> [TASK DIRECTIONS] Copy each line of the data below in which the word "latenciesMs" can be found.

> [EXTRACTED ENTRIES]
╭──

// One autocannon run for bench/load.ts, in a process of its own (plain JavaScript, so it starts in milliseconds and
// takes no CPU from the server while it loads): waits until the given start time, runs, and prints its figures as
// JSON. Latencies of every answered request are kept to give p95 (autocannon itself reports p97.5, not p95).
//   node bench/hammer.mjs <url> <connections> <durationS> <startAtMs>
// (the cookie in CALMCREST_LOAD_COOKIE, the Accept-Encoding in CALMCREST_LOAD_ACCEPT_ENCODING)
import autocannon from "autocannon";

const [url = "", connectionsText = "1", durationText = "1", startAtText = "0"] = process.argv.slice(2);
const round = (value) => Math.round(value * 10) / 10;

function percentile(sortedMs, fraction) {
  if (sortedMs.length === 0) return Number.NaN;
  // Nearest rank, the usual definition for latency percentiles.
  const rank = Math.min(sortedMs.length - 1, Math.max(0, Math.ceil(fraction * sortedMs.length) - 1));
  return sortedMs[rank];
}

await new Promise((resolve) => setTimeout(resolve, Math.max(0, Number(startAtText) - Date.now())));
const latenciesMs = [];
const result = await new Promise((resolve, reject) => {
  const instance = autocannon(
    { url, connections: Number(connectionsText), duration: Number(durationText), headers: { cookie: process.env.CALMCREST_LOAD_COOKIE ?? "", "accept-encoding": process.env.CALMCREST_LOAD_ACCEPT_ENCODING ?? "identity" }, timeout: 10 },
    (error, finished) => (error ? reject(error) : resolve(finished)),
  );
  // autocannon emits (client, statusCode, bytes, responseTimeMs) for every answered request.
  instance.on("response", (_client, _status, _bytes, responseTimeMs) => latenciesMs.push(responseTimeMs));
});
latenciesMs.sort((left, right) => left - right);
console.log(
  JSON.stringify({
    requestsPerS: round(result["2xx"] / result.duration),
    requests: result["2xx"],
    p50Ms: round(percentile(latenciesMs, 0.5)),
    p95Ms: round(percentile(latenciesMs, 0.95)),
    p99Ms: round(percentile(latenciesMs, 0.99)),
    maxMs: round(latenciesMs.at(-1) ?? Number.NaN),
    errors: result.errors + result.timeouts,
    non2xx: result.non2xx,
  }),
);
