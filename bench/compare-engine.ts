// The engine part of a 4-site comparison on synthetic columns, in one process, with CPU time: what the summary
// worker computes for GET /api/comparisons once the columns are loaded (each site's summary, then every pair's
// paired and unpaired comparison). For profiling: node --cpu-prof --import tsx bench/compare-engine.ts [samplesPerSite]
import { comparePreparedPaired, comparePreparedUnpaired, createRandom, normalDeviate, prepareSite, sortPositive, summarizeSeeingPresorted } from "../packages/seeing-stats/src/index.ts";

const DAY_MS = 86_400_000;

/** Seeded columns: ~300 samples a night (a minute apart from 20:00 local), nights log-normal around the site's level. */
export function syntheticColumns(samples: number, medianArcsec: number, seed: number, longitudeDeg: number): { timeMs: Float64Array; seeingArcsec: Float64Array } {
  const random = createRandom(seed);
  const timeMs = new Float64Array(samples);
  const seeingArcsec = new Float64Array(samples);
  const start = Date.UTC(2018, 0, 1) - (longitudeDeg / 15) * 3_600_000;
  let index = 0;
  for (let night = 0; index < samples; night += 1) {
    if (random() < 0.12) continue; // a cloudy night: no samples
    const level = medianArcsec * Math.exp(0.25 * normalDeviate(random));
    const perNight = 150 + Math.floor(random() * 300);
    for (let k = 0; k < perNight && index < samples; k += 1, index += 1) {
      timeMs[index] = start + night * DAY_MS + 20 * 3_600_000 + k * 60_000;
      seeingArcsec[index] = level * Math.exp(0.15 * normalDeviate(random));
    }
  }
  return { timeMs, seeingArcsec };
}

export function runEngineComparison(sites: { timeMs: Float64Array; seeingArcsec: Float64Array; longitudeDeg: number }[]): { checksum: number; cpuMs: number; wallMs: number; stages: Record<string, number> } {
  const cpuStart = process.cpuUsage();
  const wallStart = performance.now();
  const stages: Record<string, number> = {};
  let mark = performance.now();
  const stage = (name: string) => {
    const now = performance.now();
    stages[name] = Math.round((stages[name] ?? 0) + now - mark);
    mark = now;
  };
  let checksum = 0;
  const sorts = sites.map((site) => sortPositive(site.seeingArcsec));
  stage("sort");
  for (const [index, site] of sites.entries()) {
    const summary = summarizeSeeingPresorted(site, sorts[index] ?? sortPositive(site.seeingArcsec), { longitudeDeg: site.longitudeDeg, latitudeDeg: -27, bootstrapReplicates: 1000, seed: 1 });
    checksum += (summary?.seeing.medianCi95?.[0] ?? 0) + (summary?.fractionBelowCi95["0.8"]?.[1] ?? 0);
  }
  stage("summaries");
  const prepared = sites.map((site, index) => prepareSite(site, sorts[index] ?? sortPositive(site.seeingArcsec), { longitudeDeg: site.longitudeDeg }));
  stage("prepare");
  for (let a = 0; a < sites.length; a += 1) {
    for (let b = a + 1; b < sites.length; b += 1) {
      const siteA = prepared[a];
      const siteB = prepared[b];
      if (!siteA || !siteB) continue;
      const paired = comparePreparedPaired(siteA, siteB, { bootstrapReplicates: 1000, seed: 1 });
      stage("paired");
      const unpaired = comparePreparedUnpaired(siteA, siteB, { bootstrapReplicates: 1000, seed: 1 });
      stage("unpaired");
      checksum += (paired.ci95?.[0] ?? 0) + unpaired.ci95[1];
    }
  }
  const cpu = process.cpuUsage(cpuStart);
  return { checksum, cpuMs: Math.round((cpu.user + cpu.system) / 1000), wallMs: Math.round(performance.now() - wallStart), stages };
}

if (process.argv[1]?.endsWith("compare-engine.ts")) {
  const samples = Number(process.argv[2] ?? 1_000_000);
  const sites = [0.68, 0.75, 0.82, 0.9].map((medianArcsec, index) => ({ ...syntheticColumns(samples, medianArcsec, 20_261_001 + index, -70.15), longitudeDeg: -70.15 }));
  console.log(JSON.stringify(runEngineComparison(sites)));
}
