/**
 * The fields holding the variances at twice the exposure time that a reader with this measure uses, or null:
 * only both axes in the unit of the variances being read.
 */
export function interlacedFields(mapping: ColumnMapping, measure: MeasureSource): [LogField, LogField] | null {
  if (measure !== 'variance_arcsec2' && measure !== 'variance_px2') return null;
  const fields: [LogField, LogField] = measure === 'variance_px2' ? ['var_long_2x_px2', 'var_trans_2x_px2'] : ['var_long_2x_arcsec2', 'var_trans_2x_arcsec2'];
  return mapping[fields[0]] !== undefined && mapping[fields[1]] !== undefined ? fields : null;
}

/**
 * The centroid-noise fields a reader with this measure subtracts, or null: only both axes in the unit of the
 * variances being read (checkMapping reports a half pair or a pair in the other unit).
 */
export function noiseFields(mapping: ColumnMapping, measure: MeasureSource): [LogField, LogField] | null {
  if (measure !== 'variance_arcsec2' && measure !== 'variance_px2') return null;
  const fields: [LogField, LogField] = measure === 'variance_px2' ? ['noise_long_px2', 'noise_trans_px2'] : ['noise_long_arcsec2', 'noise_trans_arcsec2'];
  return mapping[fields[0]] !== undefined && mapping[fields[1]] !== undefined ? fields : null;
}

function columnIndex(headers: readonly string[], mapping: ColumnMapping, field: LogField): number {
  const header = mapping[field];
  return header === undefined ? -1 : headers.indexOf(header);
}

/** ε(τ)/ε(2τ) above which the correction factor (ε(τ)/ε(2τ))^0.75 exceeds MAX_EXPOSURE_CORRECTION_FACTOR. */
const MAX_CORRECTION_SEEING_RATIO = MAX_EXPOSURE_CORRECTION_FACTOR ** (4 / 3);
const MISSING = Number.NaN;
/** Why the last readNumber gave NaN for a non-empty field: 1 = not finite (NaN, inf), 2 = not decimal notation. */
let lastFieldProblem: 0 | 1 | 2 = 0;
const NON_FINITE = 1;
const NOT_DECIMAL = 2;
/**
 * A field as a decimal number (optionally with exponent; with decimalComma also "0,85"), or NaN with
 * lastFieldProblem set: NON_FINITE for 'NaN', 'inf', 'Infinity' or a value beyond the double range (what a
 * program prints for a diverged result: non_physical, as documented), NOT_DECIMAL for the other notations
 * Number() would silently accept (hex 0x1A, octal 0o17, binary 0b101).
 */
function readNumber(fields: readonly string[], index: number, decimalComma: boolean): number {
  lastFieldProblem = 0;
  if (index < 0) return MISSING;
  const text = fields[index];
  if (text === undefined) return MISSING;
  // Number() ignores surrounding white space itself, but reads an empty or blank field as 0: check only then.
  let value = Number(text);
  if (value === 0 && text.trim() === '') return MISSING;
  if (Number.isNaN(value)) {
    const trimmed = text.trim();
    if (trimmed === '') return MISSING;
    if (decimalComma && trimmed.includes(',')) value = Number(trimmed.replace(',', '.'));
    if (Number.isNaN(value)) {
      if (/^[+-]?(nan|inf|infinity)$/i.test(trimmed)) lastFieldProblem = NON_FINITE;
      return MISSING;
    }
    return value;
  }
  if (!Number.isFinite(value)) {
    // 'Infinity' spelled out, or '1e400' beyond the double range.
    lastFieldProblem = NON_FINITE;
    return MISSING;
  }
  // Number() also reads 0x1A, 0o17 and 0b101: a decimal field's first non-blank characters are never '0' + letter.
  let first = 0;
  while (text.charCodeAt(first) === 32 || text.charCodeAt(first) === 9) first += 1;
  if (text.charCodeAt(first) === 48 && text.length > first + 1) {
    const letter = text.charCodeAt(first + 1) | 32;
    if (letter === 120 || letter === 111 || letter === 98) {
      lastFieldProblem = NOT_DECIMAL;
      return MISSING;
    }
  }
  return value;
}

function optionalNumber(fields: readonly string[], index: number, decimalComma: boolean): number | null {
  if (index < 0) return null;
  const value = readNumber(fields, index, decimalComma);
  return Number.isFinite(value) ? value : null;
}
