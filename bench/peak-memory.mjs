// Preloaded into a benchmarked child process (node --import): on exit it writes the process's peak resident
// memory and its CPU time (user + system, all threads) to file descriptor 3, which the bench opens as a pipe. Keeps the child's own stdout and stderr untouched.
import { writeSync } from "node:fs";

process.on("exit", () => {
  try {
    const usage = process.resourceUsage();
    writeSync(3, JSON.stringify({ maxRssKb: usage.maxRSS, cpuMs: (usage.userCPUTime + usage.systemCPUTime) / 1000 }));
  } catch {
    // No fd 3 (run outside the bench): nothing to report.
  }
});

╰──

> [SOLUTION]
const latenciesMs = [];
  instance.on("response", (_client, _status, _bytes, responseTimeMs) => latenciesMs.push(responseTimeMs));
latenciesMs.sort((left, right) => left - right);
    p50Ms: round(percentile(latenciesMs, 0.5)),
    p95Ms: round(percentile(latenciesMs, 0.95)),
    p99Ms: round(percentile(latenciesMs, 0.99)),
    maxMs: round(latenciesMs.at(-1) ?? Number.NaN),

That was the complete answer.